Continuous-time State & Dynamics Estimation using a Pseudo-Spectral Parameterization

TL;DR

This paper introduces a continuous-time trajectory estimation method using Chebyshev polynomials and pseudo-spectral techniques, enabling accurate state and dynamics estimation for high-performance robots like drones.

Contribution

It proposes a novel Chebyshev polynomial-based trajectory representation integrated with known dynamics models within a factor-graph framework, leveraging pseudo-spectral optimal control ideas.

Findings

Effective in simulated multirotor flight dynamics estimation

Allows efficient optimization at selected points

General framework applicable to various high-performance robotics

Abstract

We present a novel continuous time trajectory representation based on a Chebyshev polynomial basis, which when governed by known dynamics models, allows for full trajectory and robot dynamics estimation, particularly useful for high-performance robotics applications such as unmanned aerial vehicles.

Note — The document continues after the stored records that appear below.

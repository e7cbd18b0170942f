import { sql } from 'drizzle-orm';
import { afterAll, beforeAll, describe, expect, it } from 'vitest';
import { auditEntries, auditTallies, type AuditRow } from '../../src/db/audit.queries';
import { applyMigrations } from '../../src/db/migrations';
import { ledgerTotals, listLedger } from '../../src/db/ledger.queries';
import { seasonReport } from '../../src/db/reports.queries';
import { allowances, clubMemberships, clubs, limits, parcels, permits, species } from '../../src/db/schema';
import { ledgerCsv } from '../../src/lib/csv';
import type { Tally } from '../../src/lib/field/types';
import { seasonReportCsv } from '../../src/lib/season-report-csv';
import { checkIn } from '../../src/server/field/check-in';
import { correctEntry } from '../../src/server/field/correction';
import { previewHarvest, recordHarvest } from '../../src/server/field/harvest';
import { createThrowawayDatabase, insertUser, migrationsFolder, one, referenceBoundary, type ThrowawayDatabase } from './throwaway-database';

/*
 * One counting rule, read by everyone. A forager records entries under two permits (the club's,
 * then their own), corrects yesterday's entry the next day and corrects that correction, on a
 * species whose two season windows overlap; then the field, the preview, My ledger, both audits,
 * both season reports and both CSVs are read, and they must show the same figures.
 *
 * The parcel is America/New_York; in August it keeps EDT, UTC−4 (IANA tz data; 15 U.S.C. 260a,
 * REFERENCES §6), so 10:00 local is 14:00Z. The windows 07-01…08-31 and 08-15…09-30 both hold
 * 2026-08-20, so the season is their join, 2026-07-01…2026-09-30 (DESIGN.md: seasons recur yearly).
 *
 * Limits (grams): visit 1000, day 1000, season per forager 1800, everyone 10 000; the club permit adds a
 * club-wide cap of 2000. Nearing from 80 % (the parcel's threshold).
 *
 * What happens, all worked by hand:
 *   2026-08-20  Fern (club permit only: her own permit starts the next day) takes 600 g  [A]
 *               Gus  (club permit) takes 300 g                                           [B]
 *   2026-08-21  Fern (her own permit now, chosen before the club's) takes 500 g         [D]
 *               Fern corrects A by +200 g ("weighed again at home")                      [A′]
 *               Fern corrects A′ by −50 g ("the scale was not zeroed")                   [A″]
 *   2026-08-22  Fern (own permit) takes 250 g                                            [E]
 * A′ and A″ count where their chain began: A's day (08-20), visit and permit (the club's).
 *   Fern: 08-20: 600 + 200 − 50 = 750 g; 08-21: 500 g; 08-22: 250 g. Season 1500 g.
 *         Busiest day and busiest visit: 750 g (75 % of 1000: within).
 *         Season 1500 of 1800 g = 83.333… % → 83.3 % (half up, one decimal): nearing.
 *         Under the club's permits: 750 g (41.666… % → 41.7 % of 1800).
 *   Gus:  300 g.  Club: 750 + 300 = 1050 g of 2000 = 52.5 %.  Everyone: 1500 + 300 = 1800 g of 10 000 = 18 %.
 */
let throwaway: ThrowawayDatabase | undefined;
const db = () => {
  if (!throwaway) throw new Error('the throwaway database was not created');
  return throwaway.db;
};

const ids = { owner: '', steward: '', fern: '', gus: '', club: '', parcel: '', chanterelle: '', clubPermit: '', fernPermit: '' };
const inside: [number, number] = [-74.995, 45.005]; // the middle of the REFERENCES §2 ring, about 550 m from every edge
const at = (iso: string) => new Date(iso);
const fern = () => ({ id: ids.fern, clubIds: [ids.club] });
const gus = () => ({ id: ids.gus, clubIds: [ids.club] });
let seq = 0;
const key = () => `agreement-${(seq += 1)}-${crypto.randomUUID()}`;

async function take(forager: { id: string; clubIds: string[] }, when: string, grams: string) {
  const visit = await checkIn(db(), { forager, position: inside, accuracyM: 5, now: at(when) });
  if (!visit.visitId) throw new Error(`no visit: ${visit.verdict} ${visit.reasons.join(' ')}`);
  const { entry } = await recordHarvest(db(), {
    forager, now: at(when),
    input: { idempotencyKey: key(), visitId: visit.visitId, speciesId: ids.chanterelle, method: 'cut', quantities: [{ quantity: grams, unit: 'g' }], acknowledgeOver: false },
  });
  return { entry, visitId: visit.visitId };
}

const entries: Record<string, string> = {};
const visits: Record<string, string> = {};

We show that we can gracefully incorporate model dynamics to our trajectory representation, within a factor-graph based framework, and leverage ideas from pseudo-spectral optimal control to parameterize the state and the control trajectories as interpolating polynomials. This allows us to perform efficient optimization at specifically chosen points derived from the theory, while recovering full trajectory estimates. Through simulated experiments we demonstrate the applicability of our representation for accurate flight dynamics estimation for multirotor aerial vehicles. The representation framework is general and can thus be applied to a multitude of high-performance applications beyond multirotor platforms.